*EXERCISE DESCRIPTION:*
The job is to output each record again, character for character.

----

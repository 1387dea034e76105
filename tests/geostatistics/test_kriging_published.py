"""Kriging against published and independently computed values.

Isaaks & Srivastava (1989), An Introduction to Applied Geostatistics, chapter 12 (the estimate 592.7 and the
variance 8.96 are printed there); further digits, and the other cases, were computed by independent matrix code
and, where named, agree with R's gstat, GSTools and PyKrige.
"""

from __future__ import annotations

from pathlib import Path

import numpy as np
import pandas as pd
import pytest

from sms_resource.geostatistics import (
    Neighbourhood,
    Structure,
    VariogramModel,
    companion_estimates,
    ordinary_kriging,
    simple_kriging,
)

DATA = Path(__file__).parents[1] / "data"
PLACES = np.array(
    [(61, 139, 0), (63, 140, 0), (64, 129, 0), (68, 128, 0), (71, 140, 0), (73, 141, 0), (75, 128, 0)], float
)
VALUES = np.array([477.0, 696.0, 227.0, 646.0, 606.0, 791.0, 783.0])
TARGET = np.array([[65.0, 137.0, 0.0]])
# the same samples by both roads: all at once, and through the search
ROADS = [None, Neighbourhood(100.0, 24, 4)]


def model(shape="exponential", nugget=0.0, sill=10.0, ranges=(10.0, 10.0, 10.0), **angles):
    return VariogramModel(nugget, [Structure(shape, sill, ranges)], **angles)


@pytest.mark.parametrize("road", ROADS)
@pytest.mark.parametrize(
    ("variogram", "estimate", "variance"),
    [
        (model(), 592.72894279, 8.95605279),
        (model(nugget=5.0, sill=5.0), 596.77700687, 10.30585222),
        (VariogramModel(10.0, []), 603.714286, 11.428571),
        (model("gaussian"), 559.37002320, 4.78059738),
        (model(ranges=(20.0, 10.0, 10.0), azimuth=45.0), 574.04862020, 8.15629340),
    ],
)
def test_points(road, variogram, estimate, variance):
    result = ordinary_kriging(PLACES, VALUES, TARGET, variogram, road)
    assert result.estimate[0] == pytest.approx(estimate, abs=6e-7)
    assert result.variance[0] == pytest.approx(variance, abs=6e-7)


@pytest.mark.parametrize("road", ROADS)
def test_quality_of_the_point_case(road):
    result = ordinary_kriging(PLACES, VALUES, TARGET, model(), road)
    assert result.lagrange[0] == pytest.approx(-0.906617, abs=6e-7)
    assert result.slope_of_regression[0] == pytest.approx(0.6826883583, abs=1e-10)
    assert result.kriging_efficiency[0] == pytest.approx(0.1043947211, abs=1e-10)
    assert result.negative_weight_sum[0] == 0.0
    assert (result.sample_count[0], result.hole_count[0], result.status[0]) == (7, 7, 0)
    assert result.nearest_distance[0] == pytest.approx(np.hypot(2.0, 3.0))


@pytest.mark.parametrize("road", ROADS)
def test_weights(road):
    """Kriging the unit vectors gives the weights themselves."""
    result = ordinary_kriging(PLACES, np.eye(7), TARGET, model(), road)
    expected = [0.172937, 0.317794, 0.128734, 0.086397, 0.151128, 0.057235, 0.085776]
    np.testing.assert_allclose(result.estimate[0], expected, atol=6e-7)


@pytest.mark.parametrize("road", ROADS)
def test_gaussian_has_negative_weights(road):
    weights = ordinary_kriging(PLACES, np.eye(7), TARGET, model("gaussian"), road)
    negative = np.minimum(weights.estimate[0], 0.0).sum()
    assert negative < 0.0
    np.testing.assert_allclose(weights.negative_weight_sum[0], negative, atol=1e-12)


@pytest.mark.parametrize("road", ROADS)
def test_simple_kriging(road):
    result = simple_kriging(PLACES, VALUES, TARGET, model(), road, mean=VALUES.mean())
    assert result.estimate[0] == pytest.approx(592.16942077, abs=6e-7)
    assert result.variance[0] == pytest.approx(8.57903681, abs=6e-7)
    assert result.lagrange[0] == 0.0
    assert result.slope_of_regression[0] == pytest.approx(1.0)


@pytest.mark.parametrize("road", ROADS)
@pytest.mark.parametrize(
    ("variogram", "count", "estimate", "variance"),
    [
        (model(), 2, 588.93932295, 2.66622982),
        (model(), 4, 580.58671905, 1.98958655),
        (
            model(nugget=3.0, sill=7.0),
            4,
            588.380700123,
            1.87973110,
        ),  # the nugget is outside C(V,V) and C(x,V)
    ],
)
def test_blocks(road, variogram, count, estimate, variance):
    result = ordinary_kriging(
        PLACES, VALUES, TARGET, variogram, road, block_size=(10, 10, 1), discretisation=(count, count, 1)
    )
    assert result.estimate[0] == pytest.approx(estimate, abs=6e-8)
    assert result.variance[0] == pytest.approx(variance, abs=6e-8)


@pytest.mark.parametrize("road", ROADS)
def test_quality_of_the_block_case(road):
    result = ordinary_kriging(
        PLACES, VALUES, TARGET, model(), road, block_size=(10, 10, 1), discretisation=(4, 4, 1)
    )
    assert result.slope_of_regression[0] == pytest.approx(0.6718922050, abs=1e-10)
    assert result.kriging_efficiency[0] == pytest.approx(0.3147775364, abs=1e-10)


@pytest.mark.parametrize("road", ROADS)
def test_companions(road):
    first = companion_estimates(PLACES, VALUES, TARGET, road, power=1.0)
    second = companion_estimates(PLACES, VALUES, TARGET, road, power=2.0)
    assert first["inverse_distance"][0] == pytest.approx(593.953671, abs=6e-7)
    assert second["inverse_distance"][0] == pytest.approx(597.620376, abs=6e-7)
    assert first["nearest"][0] == 696.0
    assert first["moving_average"][0] == pytest.approx(VALUES.mean())


@pytest.mark.parametrize("road", [None, Neighbourhood(1000.0, 40, 4)])
@pytest.mark.parametrize(
    ("case", "variogram"),
    [
        ("iso", model("spherical", 0.4, 1.6, (45.0, 45.0, 45.0))),
        ("az60", model("spherical", 0.4, 1.6, (45.0, 27.0, 13.5), azimuth=60.0)),
        (
            "az60_pl20_roll35",
            model("spherical", 0.4, 1.6, (45.0, 27.0, 13.5), azimuth=60.0, plunge=20.0, tilt=35.0),
        ),
    ],
)
def test_three_dimensions(case, variogram, road):
    """gstat, GSTools, PyKrige and plain matrix code agree on these values to 5e-12 (12 digits are kept)."""
    samples = pd.read_csv(DATA / "kriging_3d_points.csv")
    targets = pd.read_csv(DATA / "kriging_3d_targets.csv").to_numpy()
    expected = pd.read_csv(DATA / "kriging_3d_gstat.csv").query("case == @case")
    places = samples[["E", "N", "U"]].to_numpy()
    points = ordinary_kriging(places, samples["v"], targets, variogram, road)
    blocks = ordinary_kriging(
        places, samples["v"], targets, variogram, road, block_size=(5, 5, 2), discretisation=(4, 4, 4)
    )
    np.testing.assert_allclose(points.estimate, expected["pred"], atol=2e-11)
    np.testing.assert_allclose(points.variance, expected["var"], atol=2e-11)
    np.testing.assert_allclose(blocks.estimate, expected["blk_pred"], atol=2e-11)
    np.testing.assert_allclose(blocks.variance, expected["blk_var"], atol=2e-11)
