"""Public names are found whatever was imported before them (a rule of the import system; no data).

Importing a submodule binds it on its package under its own name, so a public name that is also a module's
would be the function or the module according to who came first.
"""

from __future__ import annotations

import pkgutil
from importlib import import_module

import pytest

from sms_resource import geostatistics

MODULES = {found.name for found in pkgutil.iter_modules(geostatistics.__path__)}


@pytest.mark.parametrize("name", sorted(geostatistics._HOME))
def test_a_name_is_not_its_modules(name: str) -> None:
    home = geostatistics._HOME[name]
    assert name not in MODULES
    assert getattr(geostatistics, name) is getattr(import_module(f"{geostatistics.__name__}.{home}"), name)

----

*COMPLETED TASK:*
repository 1387dea034e76105
filename tests/geostatistics/test_kriging_published.py
"""Kriging against published and independently computed values.

Isaaks & Srivastava (1989), An Introduction to Applied Geostatistics, chapter 12 (the estimate 592.7 and the
variance 8.96 are printed there); further digits, and the other cases, were computed by independent matrix code
and, where named, agree with R's gstat, GSTools and PyKrige.
"""

from __future__ import annotations

from pathlib import Path

import numpy as np
import pandas as pd
import pytest

from sms_resource.geostatistics import (
    Neighbourhood,
    Structure,
    VariogramModel,
    companion_estimates,
    ordinary_kriging,
    simple_kriging,
)

DATA = Path(__file__).parents[1] / "data"
PLACES = np.array(
    [(61, 139, 0), (63, 140, 0), (64, 129, 0), (68, 128, 0), (71, 140, 0), (73, 141, 0), (75, 128, 0)], float
)
VALUES = np.array([477.0, 696.0, 227.0, 646.0, 606.0, 791.0, 783.0])
TARGET = np.array([[65.0, 137.0, 0.0]])
# the same samples by both roads: all at once, and through the search
ROADS = [None, Neighbourhood(100.0, 24, 4)]


def model(shape="exponential", nugget=0.0, sill=10.0, ranges=(10.0, 10.0, 10.0), **angles):
    return VariogramModel(nugget, [Structure(shape, sill, ranges)], **angles)


@pytest.mark.parametrize("road", ROADS)
@pytest.mark.parametrize(
    ("variogram", "estimate", "variance"),
    [
        (model(), 592.72894279, 8.95605279),
        (model(nugget=5.0, sill=5.0), 596.77700687, 10.30585222),
        (VariogramModel(10.0, []), 603.714286, 11.428571),
        (model("gaussian"), 559.37002320, 4.78059738),
        (model(ranges=(20.0, 10.0, 10.0), azimuth=45.0), 574.04862020, 8.15629340),
    ],
)
def test_points(road, variogram, estimate, variance):
    result = ordinary_kriging(PLACES, VALUES, TARGET, variogram, road)
    assert result.estimate[0] == pytest.approx(estimate, abs=6e-7)
    assert result.variance[0] == pytest.approx(variance, abs=6e-7)


@pytest.mark.parametrize("road", ROADS)
def test_quality_of_the_point_case(road):
    result = ordinary_kriging(PLACES, VALUES, TARGET, model(), road)
    assert result.lagrange[0] == pytest.approx(-0.906617, abs=6e-7)
    assert result.slope_of_regression[0] == pytest.approx(0.6826883583, abs=1e-10)
    assert result.kriging_efficiency[0] == pytest.approx(0.1043947211, abs=1e-10)
    assert result.negative_weight_sum[0] == 0.0
    assert (result.sample_count[0], result.hole_count[0], result.status[0]) == (7, 7, 0)
    assert result.nearest_distance[0] == pytest.approx(np.hypot(2.0, 3.0))


@pytest.mark.parametrize("road", ROADS)
def test_weights(road):
    """Kriging the unit vectors gives the weights themselves."""
    result = ordinary_kriging(PLACES, np.eye(7), TARGET, model(), road)
    expected = [0.172937, 0.317794, 0.128734, 0.086397, 0.151128, 0.057235, 0.085776]
    np.testing.assert_allclose(result.estimate[0], expected, atol=6e-7)


@pytest.mark.parametrize("road", ROADS)
def test_gaussian_has_negative_weights(road):
    weights = ordinary_kriging(PLACES, np.eye(7), TARGET, model("gaussian"), road)
    negative = np.minimum(weights.estimate[0], 0.0).sum()
    assert negative < 0.0
    np.testing.assert_allclose(weights.negative_weight_sum[0], negative, atol=1e-12)


@pytest.mark.parametrize("road", ROADS)
def test_simple_kriging(road):
    result = simple_kriging(PLACES, VALUES, TARGET, model(), road, mean=VALUES.mean())
    assert result.estimate[0] == pytest.approx(592.16942077, abs=6e-7)
    assert result.variance[0] == pytest.approx(8.57903681, abs=6e-7)
    assert result.lagrange[0] == 0.0
    assert result.slope_of_regression[0] == pytest.approx(1.0)


@pytest.mark.parametrize("road", ROADS)
@pytest.mark.parametrize(
    ("variogram", "count", "estimate", "variance"),
    [
        (model(), 2, 588.93932295, 2.66622982),
        (model(), 4, 580.58671905, 1.98958655),
        (
            model(nugget=3.0, sill=7.0),
            4,
            588.380700123,
            1.87973110,
        ),  # the nugget is outside C(V,V) and C(x,V)
    ],
)
def test_blocks(road, variogram, count, estimate, variance):
    result = ordinary_kriging(
        PLACES, VALUES, TARGET, variogram, road, block_size=(10, 10, 1), discretisation=(count, count, 1)
    )
    assert result.estimate[0] == pytest.approx(estimate, abs=6e-8)
    assert result.variance[0] == pytest.approx(variance, abs=6e-8)


@pytest.mark.parametrize("road", ROADS)
def test_quality_of_the_block_case(road):
    result = ordinary_kriging(
        PLACES, VALUES, TARGET, model(), road, block_size=(10, 10, 1), discretisation=(4, 4, 1)
    )
    assert result.slope_of_regression[0] == pytest.approx(0.6718922050, abs=1e-10)
    assert result.kriging_efficiency[0] == pytest.approx(0.3147775364, abs=1e-10)


@pytest.mark.parametrize("road", ROADS)
def test_companions(road):
    first = companion_estimates(PLACES, VALUES, TARGET, road, power=1.0)
    second = companion_estimates(PLACES, VALUES, TARGET, road, power=2.0)
    assert first["inverse_distance"][0] == pytest.approx(593.953671, abs=6e-7)
    assert second["inverse_distance"][0] == pytest.approx(597.620376, abs=6e-7)
    assert first["nearest"][0] == 696.0
    assert first["moving_average"][0] == pytest.approx(VALUES.mean())


@pytest.mark.parametrize("road", [None, Neighbourhood(1000.0, 40, 4)])
@pytest.mark.parametrize(
    ("case", "variogram"),
    [
        ("iso", model("spherical", 0.4, 1.6, (45.0, 45.0, 45.0))),
        ("az60", model("spherical", 0.4, 1.6, (45.0, 27.0, 13.5), azimuth=60.0)),
        (
            "az60_pl20_roll35",
            model("spherical", 0.4, 1.6, (45.0, 27.0, 13.5), azimuth=60.0, plunge=20.0, tilt=35.0),
        ),
    ],
)
def test_three_dimensions(case, variogram, road):
    """gstat, GSTools, PyKrige and plain matrix code agree on these values to 5e-12 (12 digits are kept)."""
    samples = pd.read_csv(DATA / "kriging_3d_points.csv")
    targets = pd.read_csv(DATA / "kriging_3d_targets.csv").to_numpy()
    expected = pd.read_csv(DATA / "kriging_3d_gstat.csv").query("case == @case")
    places = samples[["E", "N", "U"]].to_numpy()
    points = ordinary_kriging(places, samples["v"], targets, variogram, road)
    blocks = ordinary_kriging(
        places, samples["v"], targets, variogram, road, block_size=(5, 5, 2), discretisation=(4, 4, 4)
    )
    np.testing.assert_allclose(points.estimate, expected["pred"], atol=2e-11)
    np.testing.assert_allclose(points.variance, expected["var"], atol=2e-11)
    np.testing.assert_allclose(blocks.estimate, expected["blk_pred"], atol=2e-11)
    np.testing.assert_allclose(blocks.variance, expected["blk_var"], atol=2e-11)
"""Public names are found whatever was imported before them (a rule of the import system; no data).

Importing a submodule binds it on its package under its own name, so a public name that is also a module's
would be the function or the module according to who came first.
"""

from __future__ import annotations

import pkgutil
from importlib import import_module

import pytest

from sms_resource import geostatistics

MODULES = {found.name for found in pkgutil.iter_modules(geostatistics.__path__)}


@pytest.mark.parametrize("name", sorted(geostatistics._HOME))
def test_a_name_is_not_its_modules(name: str) -> None:
    home = geostatistics._HOME[name]
    assert name not in MODULES
    assert getattr(geostatistics, name) is getattr(import_module(f"{geostatistics.__name__}.{home}"), name)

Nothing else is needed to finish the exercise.